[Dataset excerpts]
*-*-*

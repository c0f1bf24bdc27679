import * as fc from 'fast-check';
import { timestampOfUtcMs } from '@/db/schema/columns';
import type { SampleBatch } from '@/server/interfaces/sample-store';
import { topLevel, widthUs } from '@/server/store/sample-levels';
import { settleSamples } from '@/server/store/sample-months';
import { createSampleStore } from '@/server/store/sample-store';
import { countSamples, extremesOf, lastSampleUtcMs, sumsOf } from '@/server/store/sample-summaries';
import { databaseOfThisFile } from '@/tests/support/database';
import { eveningUtcMs, makeChannel, makeLab, makeRig } from './rows';

/** Whatever comes in whatever order, and whatever is taken away: the summaries say what a computation from all samples says. */

const database = databaseOfThisFile();
const allTime = { fromUtcMs: Date.parse('1970-01-01'), toUtcMs: Date.parse('2200-01-01') };

async function freshChannel() {
  const { connection } = database();
  const lab = await makeLab(connection.db);
  const channel = { labId: lab.id, channelId: await makeChannel(connection.db, lab.id, await makeRig(connection.db, lab.id)) };
  const store = createSampleStore(connection);
  return {
    connection,
    channel,
    append: (batch: SampleBatch) => store.append(channel.labId, channel.channelId, batch),
    // As every writer does, it takes the row of the channel first.
    takeAway: (fromUtcMs: number, toUtcMs: number) =>
      connection.bulk(async (client) => {
        const own = [channel.labId, channel.channelId];
        await client.query('select 1 from channels where lab_id = $1 and id = $2 for no key update', own);
        const ends = [timestampOfUtcMs(fromUtcMs), timestampOfUtcMs(toUtcMs)];
        await client.query('delete from samples where lab_id = $1 and channel_id = $2 and at between $3 and $4', [...own, ...ends]);
      }),
    read: (window = allTime) => store.read(channel.labId, channel.channelId, window),
  };
}
type Channel = Awaited<ReturnType<typeof freshChannel>>;

interface Plain {
  count: number;
  least: number;
  leastMs: number;
  greatest: number;
  greatestMs: number;
}

/** Of samples in order of time. */
function plainSummary(samples: readonly { ms: number; value: number }[]): Plain & { mean: number } {
  const low = samples.reduce((best, sample) => (sample.value < best.value ? sample : best));
  const high = samples.reduce((best, sample) => (sample.value > best.value ? sample : best));
  const mean = samples.reduce((sum, { value }) => sum + value / samples.length, 0);
  return { count: samples.length, least: low.value, leastMs: low.ms, greatest: high.value, greatestMs: high.ms, mean };
}

const pairs = ({ utcMs, value }: SampleBatch) => [...utcMs].map((ms, index) => ({ ms, value: value[index] as number }));
/** Rounding of sums of a few thousand values of this size. */
const meansAgree = (one: number, other: number, size: number) => expect(Math.abs(one - other)).toBeLessThanOrEqual(1e-12 * size);

async function expectRight({ connection, channel, read }: Channel): Promise<void> {
  const samples = pairs(await read());
  const size = Math.max(0, ...samples.map(({ value }) => Math.abs(value)));
  const { rows } = await connection.pool.query<Plain & { level: number; us: number; mean: number }>(
    `select level, (extract(epoch from at) * 1e6)::double precision as us, count::double precision, mean, least, (extract(epoch from least_at) * 1000)::double precision as "leastMs",
       greatest, (extract(epoch from greatest_at) * 1000)::double precision as "greatestMs"
     from sample_summaries where lab_id = $1 and channel_id = $2 order by level, at`,
    [channel.labId, channel.channelId],
  );
  for (let level = 0; level <= topLevel; level += 1) {
    const groups = new Map<number, { ms: number; value: number }[]>();
    for (const sample of samples) {
      const start = Math.floor((sample.ms * 1000) / widthUs(level)) * widthUs(level);
      groups.set(start, [...(groups.get(start) ?? []), sample]);
    }
    const stored = rows.filter((row) => row.level === level);
    const wanted = [...groups].map(([us, group]) => ({ us, ...plainSummary(group) }));
    expect(stored.map(({ level: _level, mean: _mean, ...plain }) => plain)).toEqual(wanted.map(({ mean: _mean, ...plain }) => plain));
    for (const [index, { mean }] of stored.entries()) meansAgree(mean, wanted[index]?.mean ?? NaN, size);
  }
}

const batch = (samples: readonly { ms: number; value: number }[]): SampleBatch => ({
  utcMs: Float64Array.from(samples, ({ ms }) => ms),
  value: Float64Array.from(samples, ({ value }) => value),
});

/** Instants crowd around a few places, an edge of buckets among them, so that batches hit what is there already. */
const instant = fc
  .record({
    place: fc.constantFrom(0, 1_999.999, 131_072_000, 86_400_000 * 40),
    offset: fc.integer({ min: -60, max: 60 }),
    step: fc.constantFrom(0.001, 100, 7001),
  })
  .map(({ place, offset, step }) => eveningUtcMs + place + offset * step)
  .map((ms) => Math.round(ms * 1000) / 1000);
const value = fc.integer({ min: -1000, max: 1000 }).map((number) => number / 7);
const deed = fc.oneof(
  { weight: 3, arbitrary: fc.record({ add: fc.array(fc.record({ ms: instant, value }), { minLength: 1, maxLength: 40 }) }) },
  { weight: 1, arbitrary: fc.record({ from: instant, to: instant }) },
);

test('every bucket of every level is right after late, unordered and repeated samples and after deletions, and so is the sum of any window', async () => {
  await fc.assert(
    fc.asyncProperty(
      fc.array(deed, { minLength: 1, maxLength: 6 }),
      fc.array(fc.tuple(instant, instant), { minLength: 4, maxLength: 4 }),
      async (deeds, ends) => {
        const own = await freshChannel();
        for (const one of deeds)
          await ('add' in one ? own.append(batch(one.add)) : own.takeAway(Math.min(one.from, one.to), Math.max(one.from, one.to)));
        await expectRight(own);
        const windows = ends.map(([one, other]) => ({ fromUtcMs: Math.min(one, other), toUtcMs: Math.max(one, other) }));
        const sums = await sumsOf(own.connection, own.channel, windows);
        for (const [index, window] of windows.entries()) {
          const within = pairs(await own.read(window));
          const sum = sums[index];
          if (within.length === 0) expect(sum).toEqual({ count: 0, least: null, greatest: null, mean: null });
          else {
            const { count, least, greatest, mean } = plainSummary(within);
            expect(sum).toMatchObject({ count, least, greatest });
            meansAgree(sum?.mean ?? NaN, mean, 1000);
          }
        }
      },
    ),
    { numRuns: 12 },
  );
});

test('a batch by COPY into empty time makes the same summaries, beside samples in the buckets of its ends and among equal values too', async () => {
  const own = await freshChannel();
  const many = Array.from({ length: 2400 }, (_, index) => ({
    ms: eveningUtcMs + 1_000 + 90 * index + 0.457,
    value: Math.round(20 * Math.sin(index / 9)) / 7,
  }));
  await own.append(
    batch([
      { ms: eveningUtcMs + 10, value: 9 },
      { ms: eveningUtcMs + 1_000 + 90 * 2400, value: -9 },
    ]),
  );
  expect(await own.append(batch([...many].reverse()))).toEqual({ stored: 2400, known: 0 });
  await expectRight(own);
});

test('writers and one who deletes, all at once, leave summaries of what is there', async () => {
  const own = await freshChannel();
  const at = (index: number) => ({ ms: eveningUtcMs + index * 90, value: Math.sin(index / 5) });
  const third = (remainder: number) => batch(Array.from({ length: 300 }, (_, index) => at(3 * index + remainder)));
  await own.append(third(0));
  await Promise.all([
    own.append(third(1)),
    own.takeAway(eveningUtcMs + 4000, eveningUtcMs + 9000),
    own.append(third(2)),
    own.append(third(1)),
  ]);
  await expectRight(own);
});

test('values as great and as small as a double goes are stored, and their mean lies between them', async () => {
  const own = await freshChannel();
  const values = [
    Number.MAX_VALUE,
    Number.MAX_VALUE,
    1.5e308,
    Number.MIN_VALUE,
    -Number.MAX_VALUE,
    -Number.MIN_VALUE,
    1e-310,
    Number.MAX_VALUE,
  ];
  await own.append(batch(values.map((one, index) => ({ ms: eveningUtcMs + 400 * index, value: one }))));
  expect([...(await own.read()).value]).toEqual(values);
  const [sum] = await sumsOf(own.connection, own.channel, [allTime]);
  expect(sum).toMatchObject({ count: 8, least: -Number.MAX_VALUE, greatest: Number.MAX_VALUE });
  expect((sum?.mean ?? NaN) / (Number.MAX_VALUE / 4 + 1.5e308 / 8)).toBeCloseTo(1, 12);
});

describe('a long time of many samples with two spikes', () => {
  let own: Channel;
  const minute = 60_000;
  const spikes = [
    { ms: eveningUtcMs + 25 * minute + 0.123, value: 40 },
    { ms: eveningUtcMs + 50 * minute + 0.456, value: -50 },
  ];
  const count = 42_000;
  const window = { fromUtcMs: eveningUtcMs, toUtcMs: eveningUtcMs + 100 * count };
  beforeAll(async () => {
    own = await freshChannel();
    await own.append(
      batch(Array.from({ length: count }, (_, index) => ({ ms: eveningUtcMs + 100 * index, value: Math.sin(index / 3000) }))),
    );
    // Late, and alone.
    await own.append(batch(spikes));
  });
  const view = (cells: number, part = window, total = count) => extremesOf(own.connection, { ...own.channel, ...part }, { cells, total });

  test.each([
    [500, 10],
    [30, 256],
  ])('a plot of %i cells has the spikes at their instants, in order of time', async (cells, widthS) => {
    expect(await countSamples(own.connection, { ...own.channel, ...window })).toBe(count + 2);
    const { utcMs, value: shown } = await view(cells);
    expect(shown.length).toBeGreaterThan((2 * 0.9 * 4200) / widthS);
    expect(shown.length).toBeLessThanOrEqual(2 * cells);
    expect(utcMs).toEqual([...utcMs].sort((one, other) => one - other));
    for (const { ms, value: spike } of spikes) expect(utcMs[shown.indexOf(spike)]).toBeCloseTo(ms, 2);
  });

  test.each([
    ['buckets', count],
    ['samples', 1000],
  ])('each point is a sample of the window, its least and its greatest among them: from %s', async (_from, total) => {
    const part = { fromUtcMs: window.fromUtcMs + 34_567, toUtcMs: window.toUtcMs - 654_321 };
    const { utcMs, value: shown } = await view(60, part, total);
    const known = new Map(pairs(await own.read(part)).map(({ ms, value: one }) => [Math.round(ms * 1000), one]));
    expect(utcMs.map((ms) => known.get(Math.round(ms * 1000)))).toEqual(shown);
    expect([Math.min(...shown), Math.max(...shown)]).toEqual([Math.min(...known.values()), Math.max(...known.values())]);
    expect(shown.length).toBeGreaterThan(50);
    expect(shown.length).toBeLessThanOrEqual(120);
  });

  test('the last sample is found, and none where all were taken away', async () => {
    expect(await lastSampleUtcMs(own.connection, own.channel)).toBe(eveningUtcMs + 100 * (count - 1));
    await own.takeAway(allTime.fromUtcMs, allTime.toUtcMs);
    expect(await lastSampleUtcMs(own.connection, own.channel)).toBeNull();
    expect(await view(500)).toEqual({ utcMs: [], value: [] });
    await expectRight(own);
  });
});

test('a month gets its partition when many samples of it come, and strays of other months do not', async () => {
  const own = await freshChannel();
  const placesOf = async () =>
    (
      await own.connection.pool.query('select distinct tableoid::regclass::text as place from samples where channel_id = $1 order by 1', [
        own.channel.channelId,
      ])
    ).rows.map(({ place }) => place);
  const march = Date.parse('2027-03-30T00:00:00Z');
  await own.append(batch(Array.from({ length: 2500 }, (_, index) => ({ ms: march + 100 * index, value: index }))));
  await own.append(batch([{ ms: Date.parse('2026-11-11'), value: 1 }]));
  expect(await placesOf()).toEqual(['samples_2027_03', 'samples_default']);
  await own.connection.pool.query('select settle_stray_samples(3)');
  expect(await placesOf()).toEqual(['samples_2027_03', 'samples_default']);
  await own.connection.pool.query('select settle_stray_samples(1)');
  expect(await placesOf()).toEqual(['samples_2026_11', 'samples_2027_03']);
  await expectRight(own);
});

test('several who make the same months at once, and one while somebody writes strays, do not fail', async () => {
  const { connection } = await freshChannel();
  const nowUtcMs = Date.parse('2034-02-01T00:00:00Z');
  await Promise.all([1, 2, 3].map(() => settleSamples(connection.db, { nowUtcMs, monthsAhead: 3 })));
  const placeOf = async (name: string) => (await connection.pool.query('select to_regclass($1)::text as place', [name])).rows[0].place;
  expect(await placeOf('samples_2034_04')).toBe('samples_2034_04');
  await connection.bulk(async (client) => {
    await client.query('lock table samples_default in row exclusive mode');
    await settleSamples(connection.db, { nowUtcMs: Date.parse('2035-02-01T00:00:00Z'), monthsAhead: 1 });
  });
  expect(await placeOf('samples_2035_02')).toBeNull();
});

*-*-*

## Your objective
Look above for the line with "extremesOf, lastSampleUtcMs, sumsOf"; retype exactly that line, every line after it up to the line with "const lab = await makeLab(connection.db);", and that line too, nothing else.

## Finished task
import { countSamples, extremesOf, lastSampleUtcMs, sumsOf } from '@/server/store/sample-summaries';
import { databaseOfThisFile } from '@/tests/support/database';
import { eveningUtcMs, makeChannel, makeLab, makeRig } from './rows';

/** Whatever comes in whatever order, and whatever is taken away: the summaries say what a computation from all samples says. */

const database = databaseOfThisFile();
const allTime = { fromUtcMs: Date.parse('1970-01-01'), toUtcMs: Date.parse('2200-01-01') };

async function freshChannel() {
  const { connection } = database();
  const lab = await makeLab(connection.db);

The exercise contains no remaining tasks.